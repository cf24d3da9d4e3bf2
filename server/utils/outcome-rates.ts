import { and, eq, inArray, isNotNull } from 'drizzle-orm'
import { latticeSymmetry, moveDirection, tallyRates, type Attempt, type Rates } from '#shared/logbook'
import type { Db } from './db'
import type { RouteRow } from './route-rows'

// The lab's move success rates from its logbooks (effective entries: a corrected entry counts once,
// as corrected), optionally for one sample. Forecasts use them once the lab has logged at least
// MIN_ATTEMPTS_FOR_FORECAST (30) attempts; see shared/logbook/rates.ts.
//
// Wiring into route saving: after a route is solved, call
//   const rates = await labRates(db, labId, sampleId)
//   const forecast = forecastMoves(result.moves.map((m, i) => ({ length_nm: m.length_nm, estimate_s: result.time.per_move_s[i] })), rates)
// and return `forecast` beside the route (expected_placed, expected_s; null until enough attempts).

type Pt = [number, number]

export async function labRates(db: Db, labId: number, sampleId?: number): Promise<Rates> {
  const e = schema.logbookEntries
  const rows = await db.select({
    id: e.id, route_id: e.route_id, move_index: e.move_index, outcome: e.outcome, params: e.params, supersedes: e.supersedes,
    run_params: schema.buildRuns.params, sample_id: schema.blueprints.sample_id,
  }).from(e)
    .innerJoin(schema.buildRuns, eq(schema.buildRuns.id, e.run_id))
    .innerJoin(schema.routes, eq(schema.routes.id, e.route_id))
    .innerJoin(schema.blueprints, eq(schema.blueprints.id, schema.routes.blueprint_id))
    .where(and(eq(schema.buildRuns.lab_id, labId), sampleId ? eq(schema.blueprints.sample_id, sampleId) : undefined))
  const corrected = new Set((await db.select({ s: e.supersedes }).from(e)
    .innerJoin(schema.buildRuns, eq(schema.buildRuns.id, e.run_id))
    .where(and(eq(schema.buildRuns.lab_id, labId), isNotNull(e.supersedes)))).map(r => r.s))
  const effective = rows.filter(r => !corrected.has(r.id))
  const routeIds = [...new Set(effective.map(r => r.route_id))]
  const routes = new Map<number, RouteRow>()
  for (let k = 0; k < routeIds.length; k += 500) {
    for (const r of await db.select().from(schema.routes).where(inArray(schema.routes.id, routeIds.slice(k, k + 500)))) routes.set(r.id, r)
  }
  const attempts: Attempt[] = []
  for (const r of effective) {
    const route = routes.get(r.route_id)
    const move = route ? routeResult(route).moves?.[r.move_index] : undefined
    if (!route || !move) continue
    const lattice = routeInput(route).lattice
    const symmetry = lattice ? latticeSymmetry(lattice.a1, lattice.a2) : null
    const p = { ...r.run_params, ...r.params } as { bias_V?: number, setpoint_A?: number }
    attempts.push({
      outcome: r.outcome,
      length_nm: move.length_nm,
      symmetry_deg: symmetry,
      angle_deg: lattice && symmetry ? moveDirection(move.path as Pt[], lattice.a1, symmetry) : null,
      bias_V: typeof p.bias_V === 'number' ? p.bias_V : null,
      setpoint_A: typeof p.setpoint_A === 'number' ? p.setpoint_A : null,
    })
  }
  return tallyRates(attempts)
}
________________
Task to carry out. Check each line of the entries above for the word "tallyRates". List the ones that have it.

The completed task.
import { latticeSymmetry, moveDirection, tallyRates, type Attempt, type Rates } from '#shared/logbook'
  return tallyRates(attempts)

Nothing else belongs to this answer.